Endogenous Cushing's syndrome, characterised by chronic cortisol excess, presents a complex clinical challenge with significant morbidity and mortality. Current management strategies often involve surgical intervention, which may not be curative, or medical therapies that primarily address symptoms rather than the underlying hypercortisolism. A new steroidogenesis inhibitor, discussed at ENDO 2026, directly targets the enzymatic pathways responsible for cortisol synthesis, offering a more precise approach to normalising cortisol levels.
Endogenous Cushing's syndrome results from prolonged exposure to excessive cortisol, leading to a spectrum of debilitating symptoms including central obesity, hypertension, diabetes mellitus, muscle weakness, and psychiatric disturbances.1 The condition is associated with increased cardiovascular risk, impaired quality of life, and reduced life expectancy if left untreated.2 While surgical resection of the cortisol-producing tumour is the primary treatment, a significant proportion of patients experience persistent or recurrent hypercortisolism, necessitating additional medical or radiation therapies.3 Existing medical treatments often include pituitary-directed therapies, adrenal-directed therapies, or glucocorticoid receptor blockers.4 However, these agents can have limitations in efficacy, tolerability, or specificity, sometimes failing to achieve sustained normalisation of cortisol levels without significant adverse effects.5
The Trial Design and Findings
A Phase III, multicentre, randomised, double-blind, placebo-controlled trial evaluated the efficacy and safety of a novel steroidogenesis inhibitor in patients with endogenous Cushing's syndrome.6 The trial enrolled 180 adult patients with confirmed endogenous Cushing's syndrome and elevated mean urinary free cortisol (UFC) levels. Patients were randomised in a 2:1 ratio to receive either the investigational steroidogenesis inhibitor or placebo for 24 weeks. The primary endpoint was the proportion of patients achieving normalisation of mean UFC at week 24, defined as a mean UFC within the normal range, without dose escalation for non-response. Secondary endpoints included changes in clinical signs and symptoms of Cushing's syndrome, blood pressure, glucose metabolism parameters, and quality of life measures.6
At week 24, 68% of patients in the steroidogenesis inhibitor group achieved normalisation of mean UFC, compared to 12% in the placebo group (p < 0.001).7 The median percentage reduction in mean UFC from baseline was 75% in the active treatment group versus 15% in the placebo group (p < 0.001).7 Significant improvements were also observed in several secondary endpoints.
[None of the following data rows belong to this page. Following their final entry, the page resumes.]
@dataclass
class CheckOutcome:
    """Every check of one section: the verdict, the governing check and each check's numbers (SI)."""

    section: str
    passes: bool
    utilization: float
    governing: str | None
    checks: list[Any]  # sizer.checks.CheckResult
    notes: list[str]
    design: Design = field(repr=False)
    report: CheckReport = field(repr=False)
    cautions: tuple[str, ...] = CAUTIONS
    units: str = "si"
    reserve_factor: float | None = None  # the largest factor on the governing combination's loads that still passes

    def to_json(self) -> dict[str, Any]:
        """The `sizer check --json` document."""
        from sizer.results.check import check_json

        return check_json(self.design, self.report, self.notes)


def check_outcome(design: Design, report: CheckReport, notes: list[str], units: str = "si") -> CheckOutcome:
    """A CheckOutcome of a checked design (sizer.design.Design and sizer.checks.CheckReport); its
    design shows the actions the checks used (second order where they were)."""
    from sizer.checks.second_order import displayed_design

    design = displayed_design(design, report.second_order)
    governing = report.governing
    reserve = report.reserve.factor if report.reserve is not None else None
    return CheckOutcome(report.section, report.passes, report.utilization, governing.check if governing else None,
                        list(report.checks), notes, design, report, units=units, reserve_factor=reserve)


def check(member: MemberLike, section: str | None = None, catalogue: Sequence[str | Path] = (), units: str = "si",
          reserve: bool = True) -> CheckOutcome:
    """Every check of one section (the member's own, or `section` from the catalogue), on its full
    cross-section stress field; with `reserve`, its reserve factor too (a few more full checks)."""
    from sizer.checks import check_design
    from sizer.design import prepare
    from sizer.results.notes import member_notes, small_deflection_cautions
    from sizer.sections import unit_stress_field

    member = as_member(member)
    design = prepare(member, [Path(path) for path in catalogue], section, need_section=True)
    report = check_design(design, unit_stress_field(design.spec))
    design = report.design or design
    if reserve:
        add_reserve(design, report)
    notes = member_notes(member) + design.notes + report.notes + small_deflection_cautions(design.solution)
    return check_outcome(design, report, notes, units)


def add_reserve(design: Design, report: CheckReport) -> None:
    """Find the reserve factor of a checked design (sizer.checks.reserve) and keep it, and its note,
    in the report."""
    from sizer.checks.reserve import reserve_factor
    from sizer.sections import unit_stress_field

    report.reserve = reserve_factor(design, report, unit_stress_field(design.spec))
    report.notes.append(report.reserve.note)


# ----------------------------------------------------------------------------------------------
# size
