"""Many independent jobs (schedule rows, span-table cells) on the worker pool (sizer.workers: this
process, the local cores or a Dask cluster), with their results kept.

- Local processes get the jobs in pairs but the last few (half the round trips); a cluster, one by
  one. Jobs carry everything they read (the member, the catalogue's text), so the workers need none
  of the user's files.
- Results come back in the input's order and are the same whatever ran them: a job is a pure
  function of its payload.
- Resume: each finished result is kept at once in the cache store (`runs/`, a sealed file:
  sizer.cache_store), under the hash of the job's content; the seal holds the code fingerprint, so a
  later run of the same code with the same key takes it instead of redoing it.
- The progress bar (sizer.progress) shows the count done and an estimate of the time left.

A job's function returns a JSON-ready dict; bad input inside a job comes back as {"error": {...}}
(sizer.workers.error_result) so that it crosses process and network boundaries as plain data.
"""

from __future__ import annotations

import json
from dataclasses import asdict, dataclass, field
from functools import cached_property, lru_cache
from pathlib import Path
from typing import Any, Callable, Iterable, Iterator, Sequence

from sizer.cache_store import cache_error, cache_root, content_hash, read_sealed, write_sealed
from sizer.errors import InputError
from sizer.files import read_text, write_atomic
from sizer.progress import ProgressBar
from sizer.workers import Workers, result_error

Work = Callable[[Any], dict]
RUNS_FOLDER = "runs"
COPIES_FOLDER = "catalogue-copies"


@dataclass(frozen=True)
class Job:
    """One unit of work: `payload` for the work function, `key` its content hash, `label` for the
    progress bar."""

    key: str
    payload: Any
    label: str = ""


@dataclass
class RunSummary:
    """How a batch of jobs was run: counts and where (for the output's notes)."""

    total: int = 0
    resumed: int = 0
    ran: int = 0
    where: str = ""

    def note(self, noun: str) -> str:
        """One line for the assumptions: how many jobs ran where and how many were taken from an earlier run."""
        text = f"{self.total} {noun}: {self.ran} worked out now on {self.where}"
        if self.resumed:
            text += f", {self.resumed} taken from an earlier run with identical input and the same sizer code (kept in the cache folder)"
        return text + "."


@dataclass(frozen=True)
class CatalogueText:
    """One catalogue file carried inside a job: its name (basename), folder number and text."""

    name: str
    folder: int
    text: str


@dataclass(frozen=True)
class ShippedCatalogue:
    """The catalogue files a job reads, carried as text so that any worker sees the same catalogue."""

    files: tuple[CatalogueText, ...] = field(default_factory=tuple)

    @cached_property
    def digest(self) -> str:
        """The content hash of the files (made once: every job of a run carries the same catalogue)."""
        return content_hash([asdict(item) for item in self.files])


# ----------------------------------------------------------------------------------------------
# catalogues carried inside jobs

def ship_catalogue(files: Sequence[Path]) -> ShippedCatalogue:
    """The catalogue files (as `load_catalogue` found them) as text, each in a folder number of its own
    parent folder, so that files of the same name in two folders stay apart."""
    folders: dict[Path, int] = {}
    shipped = []
    for path in files:
        folder = folders.setdefault(Path(path).resolve().parent, len(folders))
        shipped.append(CatalogueText(Path(path).name, folder, read_text(path, "the catalogue file")))
    return ShippedCatalogue(tuple(shipped))


def catalogue_folders(catalogue: ShippedCatalogue) -> list[Path]:
    """Folders holding exact copies of the shipped catalogue files (made once in the cache folder,
    `catalogue-copies/<digest>/`), to pass as --catalogue paths."""
    return list(_copied_folders(catalogue.digest, catalogue))


@lru_cache(maxsize=16)
def _copied_folders(digest: str, catalogue: ShippedCatalogue) -> tuple[Path, ...]:
    base = cache_root() / COPIES_FOLDER / digest
    folders = sorted({item.folder for item in catalogue.files})
    try:
        for item in catalogue.files:
            path = base / str(item.folder) / item.name
            if not path.is_file() or path.read_text(encoding="utf-8", errors="replace") != item.text:
                write_atomic(path, item.text)
    except OSError as error:
        raise cache_error(error) from None
    return tuple(base / str(folder) for folder in folders)


# ----------------------------------------------------------------------------------------------
# kept results

def _kept_path(key: str) -> Path:
    return cache_root() / RUNS_FOLDER / key[:2] / f"{key}.json"


def read_kept(key: str) -> dict | None:
    """A result kept by an earlier run of this code under `key`, or None (missing, damaged, sealed by
    other code: redo it)."""
    body = read_sealed(_kept_path(key))
    try:
        kept = json.loads(body.decode("utf-8")) if body is not None else None
    except ValueError:
        return None
    return kept if isinstance(kept, dict) else None


def keep(key: str, result: dict) -> None:
    """Keep a finished result (never one that is bad input: that is redone, and fails again, next
    time), sealed. No fsync: a kept result is checked against its seal when read and redone when
    damaged."""
    if "error" not in result:
        try:
            write_sealed(_kept_path(key), json.dumps(result, ensure_ascii=False).encode("utf-8"))
        except OSError as error:
            raise cache_error(error) from None


# ----------------------------------------------------------------------------------------------
# running

class JobFailed(Exception):
    """Bad input met in the job at `index` (stops a run that stops on errors)."""

    def __init__(self, index: int, error: InputError) -> None:
        super().__init__(str(error))
        self.index, self.error = index, error



def run_jobs(workers: Workers, work: Work, jobs: Iterable[Job], description: str = "Working", stop_on_error: bool = True,
             show_progress: bool = True, total: int | None = None) -> tuple[list[dict], RunSummary]:
    """Every job's result, in the jobs' order, worked out by `workers`. Each job is started as soon as
    `jobs` yields it, so that preparing the later jobs overlaps the work of the earlier ones; a kept
    result is taken instead of running the job, and a job with the key of an earlier one shares its
    run. With `stop_on_error`, the first bad-input result stops the run (JobFailed, naming the job).
    `total` is the count of jobs for the progress bar, when `jobs` is not a sequence."""
    taken: list[Job] = []
    results: list[dict | None] = []
    sharing: dict[str, list[int]] = {}
    summary = RunSummary(where=workers.where)
    count = total if total is not None else len(jobs)  # type: ignore[arg-type]
    runner = _Pooled(work, workers, count) if workers.started else _Here(work)

    def finished(index: int, result: dict) -> None:
        if not runner.keeps:
            keep(taken[index].key, result)
        for same in sharing[taken[index].key]:
            results[same] = result
        if stop_on_error and (error := result_error(result)) is not None:
            raise JobFailed(index, error)

    with ProgressBar(description, count, show_progress) as bar:
        try:
            for index, job in enumerate(jobs):
                taken.append(job)
                kept = read_kept(job.key)
                results.append(kept)
                if kept is not None:
                    summary.resumed += 1
                    bar.advance(job.label)
                elif job.key in sharing:
                    sharing[job.key].append(index)
                else:
                    sharing[job.key] = [index]
                    runner.start(index, job)
                    if runner.submitted >= workers.count:
                        bar.begin()  # once every worker has work: the bar's imports hold none of them up
                for done, result in runner.ready():
                    finished(done, result)
                    bar.advance(taken[done].label)
            if sharing:
                bar.begin()  # fewer jobs to run than workers
            for index, result in runner.finished():
                finished(index, result)
                bar.advance(taken[index].label)
        except BaseException:
            runner.cancel()
            raise
    summary.total = len(taken)
    summary.ran = summary.total - summary.resumed
    return [result for result in results if result is not None], summary


def _work_and_keep(work: Work, items: list[tuple[str, Any]]) -> list[dict]:
    """The results of jobs given as (key, payload), each kept as soon as it is worked out (local
    workers share this machine's cache folder), so that the process that gathers the results does
    no file work of its own per job."""
    results = []
    for key, payload in items:
        results.append(work(payload))
        keep(key, results[-1])
    return results


class _Here:
    """Jobs run in this process, each when it is started."""

    keeps = False

    def __init__(self, work: Work) -> None:
        self.work = work
        self.done: list[tuple[int, dict]] = []
        self.submitted = 0

    def start(self, index: int, job: Job) -> None:
        self.done.append((index, self.work(job.payload)))
        self.submitted += 1

    def ready(self) -> list[tuple[int, dict]]:
        """(index, result) of the jobs finished since last asked."""
        done, self.done = self.done, []
        return done

    def finished(self) -> list[tuple[int, dict]]:
        """(index, result) of the rest (none: each job finishes when it is started)."""
        return self.ready()

    def cancel(self) -> None:
        pass


class _Pooled:
    """Jobs on the started pool. Local processes keep their results themselves and get the jobs in
    pairs, which halves the round trips through the pool (about 0.3 ms each, against some 10-50 ms of
    work a job), except the last `TAIL_SINGLES` jobs per worker: those go singly, so that the workers
    finish together. A cluster's workers may not share this machine's files: its jobs go singly and
    their results are kept here.

    Futures are held in the order submitted, each with the indices of the jobs it runs: `ready()`
    takes those finished at the front without waiting (the progress bar moves while later jobs are
    still being read), `finished()` waits for the rest and gives each job as it finishes (those
    finished together in the jobs' order)."""

    TAIL_SINGLES = 2

    def __init__(self, work: Work, workers: Workers, total: int) -> None:
        self.work, self.workers = work, workers
        self.keeps = workers.keeps_here
        self.paired_below = total - self.TAIL_SINGLES * workers.count if self.keeps else 0
        self.waiting: list[tuple[int, Job]] = []
        self.started: list[tuple[Any, tuple[int, ...]]] = []
        self.front = 0

    @property
    def submitted(self) -> int:
        return len(self.started)

    def start(self, index: int, job: Job) -> None:
        single = index >= self.paired_below
        if single:
            self.submit()  # a job held back for a pair goes alone
        self.waiting.append((index, job))
        if single or len(self.waiting) == 2:
            self.submit()

    def submit(self) -> None:
        """Send the jobs held back (one, or a pair) to the pool as one task."""
        if not self.waiting:
            return
        indices = tuple(index for index, _ in self.waiting)
        if self.keeps:
            future = self.workers.submit(_work_and_keep, self.work, [(job.key, job.payload) for _, job in self.waiting])
        else:
            [(_, job)] = self.waiting
            future = self.workers.submit(self.work, job.payload, key=f"sizer-{job.key}")
        self.started.append((future, indices))
        self.waiting = []

    def results(self, future: Any) -> list[dict]:
        """The results of the jobs a finished future ran, in their order."""
        return future.result() if self.keeps else [future.result()]

    def ready(self) -> list[tuple[int, dict]]:
        done: list[tuple[int, dict]] = []
        while self.front < len(self.started) and self.started[self.front][0].done():
            future, indices = self.started[self.front]
            done.extend(zip(indices, self.results(future)))
            self.front += 1
        return done

    def finished(self) -> Iterator[tuple[int, dict]]:
        self.submit()
        waiting = dict(self.started[self.front:])
        self.front = len(self.started)
        for future in self.workers.completed(list(waiting)):
            yield from zip(waiting[future], self.results(future))

    def cancel(self) -> None:
        self.workers.cancel([future for future, _ in self.started])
Mean systolic blood pressure decreased by 10.2 mmHg (95% CI: -12.5 to -7.9) in the treatment group, compared to a decrease of 2.1 mmHg (95% CI: -4.8 to 0.6) in the placebo group (p = 0.003).8 Glycated haemoglobin (HbA1c) levels decreased by an average of 0.8% (95% CI: -1.0 to -0.6) in the active group, while remaining largely unchanged in the placebo group (p < 0.001).8
The most common adverse events (AEs) reported in the steroidogenesis inhibitor group were nausea (28%), fatigue (22%), and headache (19%).9 Adrenal insufficiency, a known risk with steroidogenesis inhibitors, occurred in 15% of patients in the active treatment group, requiring temporary dose reduction or interruption and glucocorticoid replacement.9 All cases of adrenal insufficiency were managed successfully and resolved. Liver enzyme elevations were observed in 8% of patients, with 2% experiencing Grade 3 or 4 elevations, which also resolved upon dose adjustment.9 No deaths were reported in either treatment arm.9
The trial demonstrated that direct inhibition of steroidogenesis can effectively reduce cortisol overproduction and normalise UFC levels in a significant proportion of patients with endogenous Cushing's syndrome. The observed improvements in blood pressure and glucose metabolism underscore the clinical benefits of achieving cortisol control. While adverse events such as adrenal insufficiency and liver enzyme elevations require careful monitoring, they were generally manageable. Future research will focus on long-term efficacy and safety data, as well as the potential role of this agent in specific subtypes of Cushing's syndrome or in combination with other therapies. Further studies are also warranted to assess its impact on bone mineral density and other long-term complications of hypercortisolism.10
The data presented at ENDO 2026 for this novel steroidogenesis inhibitor represent a meaningful advancement in the medical management of endogenous Cushing's syndrome. For too long, clinicians have navigated a landscape of therapies that often fall short of achieving sustained, physiological cortisol normalisation without significant trade-offs in tolerability. The demonstrated efficacy in normalising UFC in a substantial proportion of patients, coupled with improvements in key metabolic parameters, suggests this agent could become a valuable tool in the endocrinologist's armamentarium, particularly for those patients for whom surgery is not an option or has been unsuccessful.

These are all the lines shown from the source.